(Beginning of Material provided)

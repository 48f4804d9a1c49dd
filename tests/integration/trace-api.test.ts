import { execFileSync } from "node:child_process";
import { mkdtempSync, writeFileSync } from "node:fs";
import { tmpdir } from "node:os";
import path from "node:path";
import { beforeAll, describe, expect, test } from "vitest";
import { DEMO_PASSWORDS, TestClient } from "../support/client";

// The trace the browser shows comes from the trace API; it must be exactly what the CLI prints
// with --json for the same model and probe, so pipelines and people see the same answer.
let engineer: TestClient;
const devices = new Map<string, string>();
const folder = mkdtempSync(path.join(tmpdir(), "sallyport-trace-"));

beforeAll(async () => {
  engineer = new TestClient();
  const [email, password] = DEMO_PASSWORDS.engineer;
  await engineer.signIn(email, password);
  const fleet = await engineer.get("/o/lanternfield/devices");
  for (const match of fleet.text.matchAll(/href="\/o\/lanternfield\/devices\/([0-9a-f-]{36})"[^>]*>([^<]+)</g)) devices.set(match[2], match[1]);
});

function cliTrace(modelFile: string, probe: Record<string, string>): unknown {
  const args = ["server/cli/sallyport.mjs", "trace", modelFile, "--from", probe.from, "--on", probe.interface, "--service", probe.service, "--at", probe.at, "--json"];
  if (probe.to) args.push("--to", probe.to);
  if (probe.account) args.push("--account", probe.account);
  return JSON.parse(execFileSync(process.execPath, args, { encoding: "utf8" }));
}

const PROBES: Array<{ device: string; probe: Record<string, string> }> = [
  { device: "clf-gw-02", probe: { from: "203.0.113.50", interface: "outside", service: "https", at: "2026-12-02T10:00:00Z" } },
  { device: "clf-gw-02", probe: { from: "203.0.113.50", interface: "outside", service: "telnet", at: "2026-12-02T10:00:00Z" } },
  { device: "bwc-edge-01", probe: { from: "203.0.113.50", interface: "outside", service: "ssh", at: "2026-12-02T10:00:00Z" } },
  { device: "ngl-core-01", probe: { from: "10.20.0.5", interface: "inside", service: "snmp", at: "2026-12-05T03:00:00Z" } },
  { device: "clf-fw-01", probe: { from: "198.51.100.70", interface: "outside", service: "https", at: "2026-12-02T15:00:00Z" } },
  { device: "bwc-edge-v6", probe: { from: "2001:DB8::1", interface: "outside", service: "ping", at: "2026-12-02T10:00:00Z" } },
];

describe("The trace API behind the browser", () => {
  test.each(PROBES)("answers exactly what `sallyport trace --json` prints ($device, $probe.service from $probe.from)", async ({ device, probe }) => {
    const id = devices.get(device);
    expect(id, `demo device ${device}`).toBeDefined();
    const exported = await engineer.get(`/o/lanternfield/devices/${id}/revisions/1/export`);
    const modelFile = path.join(folder, `${device}.json`);
    writeFileSync(modelFile, exported.text);
    const api = await engineer.get(`/o/lanternfield/devices/${id}/api/trace?${new URLSearchParams(probe).toString()}`);
    expect(api.status).toBe(200);
    expect(JSON.parse(api.text)).toEqual(cliTrace(modelFile, probe));
  });

  test("Input errors are a 400 with the engine's message, not a 500", async () => {
    const id = devices.get("clf-gw-02");
    const malformed = await engineer.get(`/o/lanternfield/devices/${id}/api/trace?from=10.0.0&interface=outside&service=https`);
    expect(malformed.status).toBe(400);
    expect(JSON.parse(malformed.text).error).toMatch(/10\.0\.0/);
    const unknown = await engineer.get(`/o/lanternfield/devices/${id}/api/trace?from=203.0.113.5&interface=nowhere&service=https`);
    expect(unknown.status).toBe(400);
    expect(JSON.parse(unknown.text).error).toMatch(/nowhere/);
    const missing = await engineer.get(`/o/lanternfield/devices/${id}/api/trace?interface=outside`);
    expect(missing.status).toBe(400);
  });

  test("Another organisation cannot trace this organisation's devices (404)", async () => {
    const stranger = new TestClient();
    await stranger.post("/signup", { name: "Stranger", email: `stranger-${Date.now()}@test.example`, organisationName: `Stranger ${Date.now()}`, password: "quiet harbour lantern 42" });
    const id = devices.get("clf-gw-02");
    const response = await stranger.get(`/o/lanternfield/devices/${id}/api/trace?from=203.0.113.50&interface=outside&service=https`);
    expect(response.status).toBe(404);
  });
});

(End of Material provided)

Each line above needs to be repeated exactly, with nothing omitted.

repository 48f4804d9a1c49dd
filename tests/integration/trace-api.test.ts
import { execFileSync } from "node:child_process";
import { mkdtempSync, writeFileSync } from "node:fs";
import { tmpdir } from "node:os";
import path from "node:path";
import { beforeAll, describe, expect, test } from "vitest";
import { DEMO_PASSWORDS, TestClient } from "../support/client";

// The trace the browser shows comes from the trace API; it must be exactly what the CLI prints
// with --json for the same model and probe, so pipelines and people see the same answer.
let engineer: TestClient;
const devices = new Map<string, string>();
const folder = mkdtempSync(path.join(tmpdir(), "sallyport-trace-"));

beforeAll(async () => {
  engineer = new TestClient();
  const [email, password] = DEMO_PASSWORDS.engineer;
  await engineer.signIn(email, password);
  const fleet = await engineer.get("/o/lanternfield/devices");
  for (const match of fleet.text.matchAll(/href="\/o\/lanternfield\/devices\/([0-9a-f-]{36})"[^>]*>([^<]+)</g)) devices.set(match[2], match[1]);
});

function cliTrace(modelFile: string, probe: Record<string, string>): unknown {
  const args = ["server/cli/sallyport.mjs", "trace", modelFile, "--from", probe.from, "--on", probe.interface, "--service", probe.service, "--at", probe.at, "--json"];
  if (probe.to) args.push("--to", probe.to);
  if (probe.account) args.push("--account", probe.account);
  return JSON.parse(execFileSync(process.execPath, args, { encoding: "utf8" }));
}

const PROBES: Array<{ device: string; probe: Record<string, string> }> = [
  { device: "clf-gw-02", probe: { from: "203.0.113.50", interface: "outside", service: "https", at: "2026-12-02T10:00:00Z" } },
  { device: "clf-gw-02", probe: { from: "203.0.113.50", interface: "outside", service: "telnet", at: "2026-12-02T10:00:00Z" } },
  { device: "bwc-edge-01", probe: { from: "203.0.113.50", interface: "outside", service: "ssh", at: "2026-12-02T10:00:00Z" } },
  { device: "ngl-core-01", probe: { from: "10.20.0.5", interface: "inside", service: "snmp", at: "2026-12-05T03:00:00Z" } },
  { device: "clf-fw-01", probe: { from: "198.51.100.70", interface: "outside", service: "https", at: "2026-12-02T15:00:00Z" } },
  { device: "bwc-edge-v6", probe: { from: "2001:DB8::1", interface: "outside", service: "ping", at: "2026-12-02T10:00:00Z" } },
];

describe("The trace API behind the browser", () => {
  test.each(PROBES)("answers exactly what `sallyport trace --json` prints ($device, $probe.service from $probe.from)", async ({ device, probe }) => {
    const id = devices.get(device);
    expect(id, `demo device ${device}`).toBeDefined();
    const exported = await engineer.get(`/o/lanternfield/devices/${id}/revisions/1/export`);
    const modelFile = path.join(folder, `${device}.json`);
    writeFileSync(modelFile, exported.text);
    const api = await engineer.get(`/o/lanternfield/devices/${id}/api/trace?${new URLSearchParams(probe).toString()}`);
    expect(api.status).toBe(200);
    expect(JSON.parse(api.text)).toEqual(cliTrace(modelFile, probe));
  });

  test("Input errors are a 400 with the engine's message, not a 500", async () => {
    const id = devices.get("clf-gw-02");
    const malformed = await engineer.get(`/o/lanternfield/devices/${id}/api/trace?from=10.0.0&interface=outside&service=https`);
    expect(malformed.status).toBe(400);
    expect(JSON.parse(malformed.text).error).toMatch(/10\.0\.0/);
    const unknown = await engineer.get(`/o/lanternfield/devices/${id}/api/trace?from=203.0.113.5&interface=nowhere&service=https`);
    expect(unknown.status).toBe(400);
    expect(JSON.parse(unknown.text).error).toMatch(/nowhere/);
    const missing = await engineer.get(`/o/lanternfield/devices/${id}/api/trace?interface=outside`);
    expect(missing.status).toBe(400);
  });

  test("Another organisation cannot trace this organisation's devices (404)", async () => {
    const stranger = new TestClient();
    await stranger.post("/signup", { name: "Stranger", email: `stranger-${Date.now()}@test.example`, organisationName: `Stranger ${Date.now()}`, password: "quiet harbour lantern 42" });
    const id = devices.get("clf-gw-02");
    const response = await stranger.get(`/o/lanternfield/devices/${id}/api/trace?from=203.0.113.50&interface=outside&service=https`);
    expect(response.status).toBe(404);
  });
});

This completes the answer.